- Education: University of Michigan
- Known for: advocating space mining
- Title: Former President of Blue Origin

= Rob Meyerson =

American aerospace engineer

Robert E. Meyerson is an American aerospace engineer and executive.

Meyerson is the co-founder and CEO of Interlune, a natural resources company focused on harvesting resources from the Moon. Interlune came out of stealth mode in March 2024.

He is the former president of Blue Origin.

== Early life and education ==
Originally from Southfield, Michigan, a suburb of Detroit, Meyerson earned a B.S. in aerospace engineering from the University of Michigan and a master's degree in engineering management from the University of Houston.

== Career ==
=== Delalune Space ===

Meyerson is the founder and CEO of Delalune Space, a management consulting firm providing advisory services to the aerospace, mobility, technology, and financial sectors.
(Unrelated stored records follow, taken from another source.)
import type { Page } from 'playwright-core';
import sharp from 'sharp';
import request from 'supertest';
import { beforeAll, describe, expect, it } from 'vitest';
import { User } from '../../server/models';
import { DEMO_PASSWORD } from '../../server/seeders/demo';
import { bookJob } from '../../server/services/planning';
import { localNow } from '../../server/services/planning-context';
import { demoEmail, getTestApp, signInAs, type Session } from '../helpers/app';
import { browserSuite, screenshot, watchConsole } from '../helpers/browser';

let quoteNumber = '';

const post = (s: Session, url: string, body: object) => s.agent.post(url).set('x-csrf-token', s.csrf).send(body);
const table = { piece: { template: 'cabinet', dimensions: { height: '95 cm', width: '105 cm', depth: '45 cm' }, species: 'mahogany', veneered: true }, system: 'full-repolish' };

/** A priced estimate quoted, sent and accepted by its customer through the signed link. */
async function acceptedQuote(name: string): Promise<{ id: number; number: string }> {
  const { app } = getTestApp();
  const [sales, estimator] = await Promise.all([signInAs(app, 'sales'), signInAs(app, 'estimator')]);
  const c = await post(sales, '/api/customers', { name, email: `${name.toLowerCase().replace(/\W+/g, '.')}@example.com` }).expect(201);
  const p = await post(estimator, '/api/pieces', { customerId: c.body.id, kind: 'furniture', description: 'Mahogany side cabinet' }).expect(201);
  const e = await post(estimator, '/api/estimates', { customerId: c.body.id, pieceId: p.body.id, input: table }).expect(201);
  await post(estimator, `/api/estimates/${e.body.id}/state`, { state: 'priced' }).expect(200);
  const q = await post(sales, `/api/estimates/${e.body.id}/quotes`, {}).expect(201);
  const sent = await post(sales, `/api/quotes/${q.body.id}/send`, {}).expect(200);
  await request(app).post(`/api/public/quotes/${String(sent.body.link).split('/q/')[1]}/accept`).send({ name, acceptTerms: true }).expect(200);
  return { id: q.body.id as number, number: q.body.number as string };
}

const suite = browserSuite({ services: true });
beforeAll(async () => {
  quoteNumber = (await acceptedQuote('Lavinia Stourcombe')).number;
});

async function signIn(page: Page, role: 'workshop' | 'owner'): Promise<void> {
  await page.goto(`${suite.server.baseUrl}/signin`);
  await page.getByLabel('E-mail').fill(demoEmail(role));
  await page.getByLabel('Password').fill(DEMO_PASSWORD);
  await page.getByRole('button', { name: 'Sign in' }).click();
  await page.getByTestId('current-role').waitFor();
}

describe('planning, in a real browser', () => {
  it('the planner sees the next eight weeks, books a newly accepted job at the earliest start and marks a session done', async () => {
    const context = await suite.browser.newContext({ viewport: { width: 1440, height: 900 } });
    const page = await context.newPage();
    const errors = watchConsole(page);
    await signIn(page, 'workshop');

    await page.getByRole('navigation', { name: 'Main' }).getByRole('link', { name: 'Planning' }).click();
    await page.getByRole('heading', { level: 1, name: 'Planning' }).waitFor();
    await page.getByRole('heading', { name: 'The next 8 weeks' }).waitFor();
    // Eight weeks of days, the room's four bays and the polishers (other test files may have changed the demo's jobs).
    expect(await page.getByTestId('room-load').locator('[title]').count()).toBe(56);
    expect(await page.locator('[data-testid^="bay-row-"]').count()).toBeGreaterThanOrEqual(4);
    expect(await page.locator('[data-testid^="polisher-row-"]').count()).toBeGreaterThanOrEqual(1);
    await screenshot(page, 'planning-board');

    // Another planner fills the whole room from next Monday meanwhile (booked on that date and confirmed, so
    // the room is full that day whatever other test files have booked before).
    const monday = await page.evaluate(() => {
      const d = new Date();
      d.setDate(d.getDate() + ((8 - d.getDay()) % 7 || 7));
      return `${d.getFullYear()}-${String(d.getMonth() + 1).padStart(2, '0')}-${String(d.getDate()).padStart(2, '0')}`;
    });
    const { app } = getTestApp();
    const owner = await signInAs(app, 'owner');
    const filler = await acceptedQuote('Octavia Pennefather');
    const job = await post(owner, '/api/jobs', { quoteId: filler.id, bays: 4 }).expect(201);
    await post(owner, `/api/jobs/${job.body.id}/booking`, { mode: 'date', start: monday, confirm: true }).expect(200);
    await page.reload();
    await page.getByRole('heading', { name: 'Book a job' }).waitFor();
    await page.getByTestId(`job-bar-${job.body.id}`).waitFor();

    // A chosen date first: the consequences are shown before anything is booked.
    const form = page.locator('form').filter({ has: page.getByLabel('Job to book') });
    const select = form.getByLabel('Job to book');
    const value = await select.locator('option', { hasText: `Quote ${quoteNumber} ` }).getAttribute('value');
    await select.selectOption(value!);
    await page.getByText('On a chosen date').click();
    await page.getByLabel('Chosen date', { exact: true }).fill(monday);
    await page.getByRole('button', { name: 'Show the consequences' }).click();
    const consequences = page.getByRole('region', { name: 'Consequences' });
    await consequences.waitFor();
    await consequences.getByRole('list', { name: 'Overbooked days' }).waitFor();
    expect(await consequences.getByRole('button', { name: 'Force the booking' }).count()).toBe(1);
    await consequences.scrollIntoViewIfNeeded();
    await screenshot(page, 'planning-forced-preview');

    // Then the earliest start, with why it could not start sooner.
    await page.getByText('Earliest start', { exact: true }).click();
    await page.getByRole('button', { name: 'Find the earliest start' }).click();
    await consequences.getByRole('heading', { name: 'Why it could not start sooner' }).waitFor();
    const reasons = consequences.getByRole('list', { name: 'Why it could not start sooner' }).getByRole('listitem');
    await expect.poll(() => reasons.count()).toBeGreaterThan(0);
    expect(await reasons.allTextContents()).toEqual(expect.arrayContaining([expect.stringMatching(/drying room full|polisher hours taken|not a working day|closed date|opening hours left/)]));
    const start = await page.getByTestId('preview-start').textContent();
    await screenshot(page, 'planning-earliest-preview');
    await consequences.getByRole('button', { name: /^Book from / }).click();
    const booked = page.getByRole('status').filter({ hasText: /JOB-\d{4}-\d{4} booked/ });
    await booked.waitFor();
    await booked.getByRole('link', { name: 'Open the job' }).click();
    await page.getByRole('heading', { level: 1, name: /^JOB-\d{4}-\d{4} · / }).waitFor();
    expect(await page.locator('[data-state="booked"]').first().textContent()).toBe('Booked');
    expect(await page.getByRole('list', { name: 'Why it could not start sooner' }).getByRole('listitem').count()).toBeGreaterThan(0);
    expect(await page.getByText(start ?? 'none').count()).toBeGreaterThan(0);
    await screenshot(page, 'planning-job-booked');

    // Its first session is marked done with the day's figures; notes are required.
    await page.getByRole('button', { name: 'Mark done' }).click();
    const dialog = page.getByRole('dialog');
    await dialog.getByLabel('Hands-on hours (h)').fill('3.5');
    await dialog.getByLabel('Temperature (°C)').fill('18.5');
    await dialog.getByLabel('Humidity (% RH)').fill('58');
    await dialog.getByRole('button', { name: 'Mark done' }).click();
    await dialog.getByText('is required: say how the session went').waitFor();
    await dialog.getByLabel('Notes').fill('Old polish came away cleanly; a little stubborn in the mouldings.');
    await dialog.getByRole('button', { name: 'Mark done' }).click();
    await dialog.getByText(/ is done$/).waitFor();
    await screenshot(page, 'planning-session-done-dialog');
    await dialog.getByRole('button', { name: 'OK', exact: true }).click();
    await expect.poll(() => page.getByRole('cell', { name: 'Done', exact: true }).count()).toBe(1);
    await page.getByText('Old polish came away cleanly; a little stubborn in the mouldings.').waitFor();
    expect(await page.locator('[data-state="in-progress"]').first().textContent()).toBe('In progress');
    expect(await page.getByRole('row').filter({ hasText: 'Strip the old finish' }).first().textContent()).toMatch(/1 of 1.*3\.5 h/);
    await screenshot(page, 'planning-job-progress');
    expect(errors).toEqual([]);
    await context.close();
  });

  it('the owner reads actual hours against estimates and the material forecast', async () => {
    const context = await suite.browser.newContext({ viewport: { width: 1440, height: 900 } });
    const page = await context.newPage();
    const errors = watchConsole(page);
    await signIn(page, 'owner');
    await page.getByRole('navigation', { name: 'Main' }).getByRole('link', { name: 'Actuals' }).click();
    await page.getByRole('heading', { level: 1, name: 'Actual hours against estimates' }).waitFor();
    await page.getByRole('figure', { name: /Chart of estimated against actual hours/ }).locator('.recharts-bar-rectangle').first().waitFor();
    await page.getByRole('heading', { name: 'Suggested corrections' }).waitFor();
    expect(await page.getByRole('row').filter({ hasText: 'Bodying' }).count()).toBeGreaterThan(0);
    await screenshot(page, 'planning-actuals');

    await page.getByRole('navigation', { name: 'Main' }).getByRole('link', { name: 'Forecast' }).click();
    await page.getByRole('heading', { level: 1, name: 'Material forecast' }).waitFor();
    await page.getByLabel('Weeks ahead').selectOption('8');
    await expect.poll(() => page.getByRole('row').filter({ hasText: /flakes/i }).count()).toBeGreaterThan(0);
    expect(await page.getByTestId('forecast-total').textContent()).toMatch(/^£[\d,]+\.\d{2}$/);
    await screenshot(page, 'planning-forecast');
    expect(errors).toEqual([]);
    await context.close();
  });

  it('the polisher, on a phone, marks today\u2019s session done with the materials used, a problem and a camera photo', async () => {
    // A job of this test's own with a session due today, whatever the hour: booked from midnight today (as the demo
    // data books its jobs in progress), so the day's first session is open on the board until it is marked done.
    const { app, sequelize } = getTestApp();
    const planner = await signInAs(app, 'workshop');
    const own = await acceptedQuote('Perpetua Wrenfield');
    const made = await post(planner, '/api/jobs', { quoteId: own.id }).expect(201);
    const plannerId = (await User.findOne({ where: { email: demoEmail('workshop') } }))!.id;
    const todayIso = localNow().slice(0, 10);
    await bookJob(sequelize, plannerId, made.body.id as number, { mode: 'date', start: todayIso, confirm: true }, { now: `${todayIso}T00:00`, allowPast: true });

    const context = await suite.browser.newContext({ viewport: { width: 390, height: 844 }, isMobile: true, hasTouch: true });
    const page = await context.newPage();
    const errors = watchConsole(page);
    await page.goto(`${suite.server.baseUrl}/signin`);
    await page.getByLabel('E-mail').fill(demoEmail('workshop'));
    await page.getByLabel('Password').fill(DEMO_PASSWORD);
    await page.getByRole('button', { name: 'Sign in' }).click();
    await page.waitForURL((u) => !u.pathname.startsWith('/signin'));
    await page.getByRole('button', { name: 'Menu' }).click();
    await page.getByRole('navigation', { name: 'Main' }).getByRole('link', { name: 'Planning' }).click();
    const today = page.getByRole('list', { name: 'Sessions due today' });
    await today.waitFor();
    const mark = today.getByRole('button', { name: new RegExp(`^Mark ${made.body.number as string} .* done$`) }).first();
    // Big enough for a thumb.
    const box = (await mark.boundingBox())!;
    expect(box.height).toBeGreaterThanOrEqual(44);
    const label = (await mark.getAttribute('aria-label'))!;
    const jobNumber = /^Mark (JOB-\S+)/.exec(label)![1]!;
    await mark.click();
    const dialog = page.getByRole('dialog');
    await dialog.getByLabel('Notes').fill('Second bodying session on the lid; good build.');
    await dialog.getByLabel('Materials used (optional)').fill('300 mL of 1.5 lb cut, a little pumice');
    await dialog.getByLabel('Something went wrong').check();
    await dialog.getByLabel('What went wrong').fill('A ring of blush near the hinge after the damp morning.');
    const camera = dialog.getByLabel('Photo of the work (optional)');
    expect(await camera.getAttribute('capture')).toBe('environment');
    const png = await sharp({ create: { width: 64, height: 48, channels: 3, background: '#5a3520' } }).png().toBuffer();
    await camera.setInputFiles({ name: 'lid.png', mimeType: 'image/png', buffer: png });
    // The dialog fits the phone: nothing sticks out sideways.
    expect(await page.evaluate(() => document.documentElement.scrollWidth)).toBeLessThanOrEqual(390);
    await screenshot(page, 'planning-phone-mark-done');
    await dialog.getByRole('button', { name: 'Mark done' }).click();
    await expect.poll(() => dialog.getByText('The photo is with the piece\u2019s photos.', { exact: false }).count()).toBe(1);
    await dialog.getByRole('button', { name: 'OK', exact: true }).click();

    await page.getByRole('link', { name: jobNumber }).first().click();
    await page.getByRole('heading', { level: 1 }).filter({ hasText: jobNumber }).waitFor();
    await expect.poll(() => page.getByText('Problem: A ring of blush near the hinge after the damp morning.').count()).toBe(1);
    expect(await page.getByText('Materials: 300 mL of 1.5 lb cut, a little pumice').count()).toBe(1);
    await screenshot(page, 'planning-phone-job-with-problem');
    expect(errors).toEqual([]);
    await context.close();
  });
});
He is a board director or advisor to numerous organizations.

=== Axiom Space ===

In 2021, it was announced that Meyerson, former Blue Origin president, would be joining Axiom's board of directors and that Axiom Space had raised $130m in a new round of funding.

Meyerson stated that Axiom Space is a force in the space sector, and it would enhance the vision for a secure global future.

=== Blue Origin ===

Meyerson joined Blue Origin in 2003 as program manager later becoming the first company president. Working with company founder Jeff Bezos, Meyerson grew the company from 10 to 1500 people. Under Meyerson's leadership, Blue Origin developed the New Shepard system for suborbital human and research flights, and the New Glenn system for orbital human and research flights, as well as the manufacturing and test capabilities that enable these programs. He also developed Blue Origin into a liquid rocket engine supplier, creating and selling the BE-3 LOX/LH2 rocket engine and the BE-4 LOX/LNG rocket engine to other companies.
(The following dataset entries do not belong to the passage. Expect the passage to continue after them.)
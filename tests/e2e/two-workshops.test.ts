/**
 * Two workshops on one service, in a real browser: each owner signs up and confirms from the e-mailed link, invites
 * an estimator who accepts from theirs, and the estimator adds a customer. Then neither workshop sees anything of the
 * other: not in the customers list, not by searching for the other's customer, not by opening its page by id, and
 * not among its users.
 */
import { randomBytes } from 'node:crypto';
import type { Browser, BrowserContext, Page } from 'playwright-core';
import { afterAll, beforeAll, describe, expect, it } from 'vitest';
import { getTestApp } from '../helpers/app';
import { browserSuite, screenshot, watchConsole } from '../helpers/browser';

const suite = browserSuite({ services: true });
const tag = randomBytes(3).toString('hex');

interface Team {
  name: string;
  ownerEmail: string;
  estimatorEmail: string;
  customer: string;
  country: string;
  taxPct: string;
  customerPath?: string;
  contexts: BrowserContext[];
  owner?: Page;
  estimator?: Page;
  errors: string[][];
}

const team = (name: string, domain: string, country: string, taxPct: string): Team => ({
  country,
  taxPct,
  name: `${name} ${tag}`,
  ownerEmail: `owner-${tag}@${domain}`,
  estimatorEmail: `estimator-${tag}@${domain}`,
  customer: `${name.split(' ')[0]} Customer ${tag}`,
  contexts: [],
  errors: [],
});

const A = team('Hollowmere Polishing', 'hollowmere.example', 'GB', '20');
const B = team('Ravensgill Pianos', 'ravensgill.example', 'US', '0');
const PASSWORD = 'a long password for the journey';

async function clearSignupLimits(): Promise<void> {
  await getTestApp().sequelize.query(`DELETE FROM login_attempts WHERE key LIKE 'signup:%'`);
}
beforeAll(clearSignupLimits);
afterAll(async () => {
  for (const t of [A, B]) for (const c of t.contexts) await c.close();
  await clearSignupLimits();
});

/** The first link of `pattern` in the newest message to `to` (quoted-printable soft breaks undone). */
async function linkFor(to: string, pattern: RegExp): Promise<string> {
  const mail = () => suite.server.services!.mail!.messages.filter((m) => m.to.includes(to));
  await expect.poll(() => mail().length).toBeGreaterThan(0);
  const raw = mail().at(-1)!.raw.replace(/=\r?\n/g, '').replace(/=3D/g, '=');
  return pattern.exec(raw)![0];
}

async function newPage(browser: Browser, t: Team, allowed: RegExp[] = []): Promise<Page> {
  const context = await browser.newContext({ viewport: { width: 1280, height: 900 } });
  t.contexts.push(context);
  const page = await context.newPage();
  t.errors.push(watchConsole(page, allowed));
  return page;
}

async function signIn(page: Page, email: string): Promise<void> {
  await page.goto(`${suite.server.baseUrl}/signin`);
  await page.getByLabel('E-mail').fill(email);
  await page.getByLabel('Password').fill(PASSWORD);
  await page.getByRole('button', { name: 'Sign in' }).click();
  await page.getByTestId('current-role').waitFor();
}

describe('two workshops signed up through the browser', () => {
  for (const t of [A, B]) {
    it(`${t.name.split(' ')[0]}: the owner signs up, confirms and signs in`, async () => {
      const page = await newPage(suite.browser, t);
      await page.goto(`${suite.server.baseUrl}/signup`);
      await page.getByLabel('Workshop name').fill(t.name);
      await page.getByLabel('Country').selectOption(t.country);
      await page.getByLabel('Tax rate (%)').fill(t.taxPct);
      await page.getByLabel('Your name').fill(`Owner of ${t.name}`);
      await page.getByLabel('E-mail').fill(t.ownerEmail);
      await page.getByLabel('Password', { exact: true }).fill(PASSWORD);
      await page.getByLabel('The same password again').fill(PASSWORD);
      await page.getByRole('button', { name: 'Sign up the workshop' }).click();
      await page.getByText('Confirmation link sent').waitFor();

      await page.goto(`${suite.server.baseUrl}${await linkFor(t.ownerEmail, /\/confirm\/[A-Za-z0-9_-]+/)}`);
      await page.getByRole('button', { name: 'Confirm my address' }).click();
      await page.getByRole('heading', { level: 1, name: 'Address confirmed' }).waitFor();
      await signIn(page, t.ownerEmail);
      await page.getByTestId('first-run-checklist').waitFor();
      t.owner = page;
    });

    it(`${t.name.split(' ')[0]}: the owner invites an estimator, who accepts and adds a customer`, async () => {
      const op = t.owner!;
      await op.getByRole('link', { name: 'Users' }).click();
      const form = op.getByRole('form', { name: 'Invite someone' });
      await form.getByLabel('E-mail').fill(t.estimatorEmail);
      await form.getByLabel('Role').selectOption('estimator');
      await form.getByRole('button', { name: 'Send invitation' }).click();
      await expect.poll(() => form.getByText(`${t.estimatorEmail} has a link to join`).count()).toBe(1);

      const page = await newPage(suite.browser, t);
      await page.goto(`${suite.server.baseUrl}${await linkFor(t.estimatorEmail, /\/invite\/[A-Za-z0-9_-]+/)}`);
      await page.getByRole('heading', { level: 1, name: new RegExp(`^Join ${t.name}`) }).waitFor();
      await page.getByLabel('Your name').fill(`Estimator of ${t.name}`);
      await page.getByLabel('Choose a password').fill(PASSWORD);
      await page.getByLabel('The same password again').fill(PASSWORD);
      await page.getByRole('button', { name: 'Accept and sign in' }).click();
      await page.getByTestId('current-role').waitFor();

      await page.getByRole('navigation', { name: 'Main' }).getByRole('link', { name: 'Customers' }).click();
      await page.getByRole('heading', { level: 1, name: 'Customers' }).waitFor();
      await page.getByRole('button', { name: 'Add customer' }).click();
      const dialog = page.getByRole('dialog');
      await dialog.getByLabel('Name').fill(t.customer);
      await dialog.getByRole('button', { name: 'Add customer' }).click();
      await page.getByRole('heading', { level: 1, name: t.customer }).waitFor();
      t.customerPath = new URL(page.url()).pathname;
      t.estimator = page;
    });
  }

  for (const [mine, theirs] of [
    [A, B],
    [B, A],
  ] as const) {
    it(`${mine.name.split(' ')[0]} sees none of ${theirs.name.split(' ')[0]}: customers, search, by id, users`, async () => {
      const page = mine.estimator!;
      await page.getByRole('navigation', { name: 'Main' }).getByRole('link', { name: 'Customers' }).click();
      await page.getByRole('heading', { level: 1, name: 'Customers' }).waitFor();
      await expect.poll(() => page.getByRole('row').filter({ hasText: mine.customer }).count()).toBe(1);
      expect(await page.getByText(theirs.customer).count()).toBe(0);
      const search = page.getByRole('searchbox', { name: /Search customers/ });
      await search.fill(theirs.customer);
      await search.press('Enter');
      await expect.poll(() => page.getByText('No customer matches that search.').count()).toBe(1);
      expect(await page.getByText(theirs.customer).count()).toBe(0);
      await screenshot(page, `two-workshops-${mine === A ? 'a' : 'b'}-search`);

      // The other's customer by its id: the API answers 404, the page says it could not be loaded.
      const byId = await newPage(suite.browser, mine, [/status of 404/]);
      await signIn(byId, mine.estimatorEmail);
      await byId.goto(`${suite.server.baseUrl}${theirs.customerPath!}`);
      await byId.getByText('The customer could not be loaded').waitFor();
      expect(await byId.getByText(theirs.customer).count()).toBe(0);
      await screenshot(byId, `two-workshops-${mine === A ? 'a' : 'b'}-other-customer`);

      // The owner's users page lists their own two people and none of the other's.
      const op = mine.owner!;
      await op.getByRole('link', { name: 'Users' }).click();
      await expect.poll(() => op.getByText(mine.estimatorEmail).count()).toBeGreaterThan(0);
      expect(await op.getByText(mine.ownerEmail).count()).toBeGreaterThan(0);
      expect(await op.getByText(theirs.ownerEmail).count()).toBe(0);
      expect(await op.getByText(theirs.estimatorEmail).count()).toBe(0);
      expect(await op.getByText(theirs.name).count()).toBe(0);
      for (const errors of mine.errors) expect(errors).toEqual([]);
    });
  }
});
From January to November 2018, Meyerson was the senior vice-president in charge of the Advanced Development Programs business unit.
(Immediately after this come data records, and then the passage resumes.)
import type { Browser } from 'playwright-core';
import { afterAll, beforeAll, describe, expect, it } from 'vitest';
import { ROLE_LABELS, ROLES } from '../../shared/schemas/auth';
import { navFor } from '../../src/config/nav';
import { DEMO_PASSWORD } from '../../server/seeders/demo';
import { closeTestApp, demoEmail } from '../helpers/app';
import { launchBrowser, screenshot, startServer, watchConsole } from '../helpers/browser';

let browser: Browser;
let server: Awaited<ReturnType<typeof startServer>>;

beforeAll(async () => {
  server = await startServer();
  browser = await launchBrowser();
});
afterAll(async () => {
  await browser?.close();
  await server?.stop();
  await closeTestApp();
});

describe('signing in, in a real browser', () => {
  for (const role of ROLES) {
    it(`the demo ${role} signs in and sees the navigation of that role`, async () => {
      const context = await browser.newContext({ viewport: { width: 1280, height: 800 } });
      const page = await context.newPage();
      const errors = watchConsole(page);
      await page.goto(`${server.baseUrl}/`);
      await page.waitForURL(/\/signin/);
      await page.getByLabel('E-mail').fill(demoEmail(role));
      await page.getByLabel('Password').fill(DEMO_PASSWORD);
      await page.getByRole('button', { name: 'Sign in' }).click();
      await expect.poll(() => page.getByTestId('current-role').textContent()).toBe(ROLE_LABELS[role]);
      const links = await page.getByRole('navigation', { name: 'Main' }).getByRole('link').allTextContents();
      expect(links.map((l) => l.trim())).toEqual(navFor(role).map((n) => n.label));
      await expect.poll(() => page.getByRole('heading', { level: 1 }).textContent()).toMatch(/Good to see you/);
      await screenshot(page, `sign-in-${role}`);
      if (role !== 'owner') {
        await page.goto(`${server.baseUrl}/users`);
        await expect.poll(() => page.getByText('Not available to your role').count()).toBe(1);
      }
      await page.getByRole('button', { name: 'Sign out' }).click();
      await page.waitForURL(/\/signin/);
      expect(errors).toEqual([]);
      await context.close();
    });
  }

  it('a wrong password shows an error and stays on the sign-in page', async () => {
    const page = await browser.newPage();
    await page.goto(`${server.baseUrl}/signin`);
    await page.getByLabel('E-mail').fill('owner@example.com');
    await page.getByLabel('Password').fill('not-the-password');
    await page.getByRole('button', { name: 'Sign in' }).click();
    await expect.poll(() => page.getByRole('alert').first().textContent()).toMatch(/do not match an active account/);
    expect(page.url()).toMatch(/\/signin$/);
    await screenshot(page, 'sign-in-wrong-password');
    await page.close();
  });

  it('the owner adds a user from the users page', async () => {
    const page = await browser.newPage({ viewport: { width: 1280, height: 800 } });
    await page.goto(`${server.baseUrl}/signin`);
    await page.getByLabel('E-mail').fill('owner@example.com');
    await page.getByLabel('Password').fill(DEMO_PASSWORD);
    await page.getByRole('button', { name: 'Sign in' }).click();
    await page.getByRole('link', { name: 'Users' }).click();
    await page.getByRole('button', { name: 'Add user' }).click();
    const dialog = page.getByRole('dialog');
    await dialog.getByRole('button', { name: 'Add user' }).click();
    await expect.poll(() => dialog.getByText('is required').count()).toBeGreaterThan(0);
    const email = `apprentice-${Date.now()}@example.com`;
    await dialog.getByLabel('Name').fill('Agatha Wrenfield');
    await dialog.getByLabel('E-mail').fill(email);
    await dialog.getByLabel('First password').fill('apprentice-pass-1');
    await dialog.getByRole('button', { name: 'Add user' }).click();
    await expect.poll(() => page.getByRole('cell', { name: email }).count()).toBe(1);
    await screenshot(page, 'users-added');
    await page.close();
  });
});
=== Kistler Aerospace and NASA ===

Before joining Blue Origin Meyerson was a senior manager at Kistler Aerospace Corporation responsible for the development of the K-1 reusable launch vehicle, the landing, and thermal protection systems of a two-stage reusable launch vehicle, as well as all technical activities related to Kistler's Space Launch Initiative contract with NASA’s Marshall Space Flight Center.

Meyerson launched his career as an aerospace engineer at NASA Johnson Space Center (JSC) from 1985 to 1997 working on human spaceflight systems, including the aerodynamic design of the Space Shuttle orbiter drag parachute, as well as the overall design, integration, and flight test of a gliding parachute for the X-38 Crew Rescue Vehicle, a crew return vehicle designed to return astronauts to earth from the International Space Station. Meyerson began with NASA in 1985 as a cooperative education student at JSC.

== Social engagement ==

Meyerson has been a long-time advocate for outreach programs that provide work experience and sponsors Blue's internship program, which has inspired and encouraged many university-level students to pursue careers in the aerospace industry. In December 2016, Meyerson gave the commencement speech at Embry Riddle Aeronautical University.

He is a trustee at the Museum of Flight in Seattle, a former member of the board of the Commercial Spaceflight Federation, and is a member of the Leadership Advisory Board for the College of Engineering at the University of Michigan and a member of the Visiting Committee for the Aeronautics & Astronautics Department at the University of Washington.

He is an AIAA Fellow, and a former member of the Aerodynamic Decelerator Systems Technical Committee. He was awarded the Space Flight Award by the American Astronautical Society in 2016. This award is given annually and is the highest award bestowed by the AAS.

Meyerson was inspired by the Apollo program and also by launching model rockets as a child. For his 5th birthday, he received a cardboard mock-up of the Apollo Lunar Module and remembers playing inside of it. He later found the ingredients for rocket fuel in a cigar box that had been placed in the rafters of his childhood home by his two older brothers.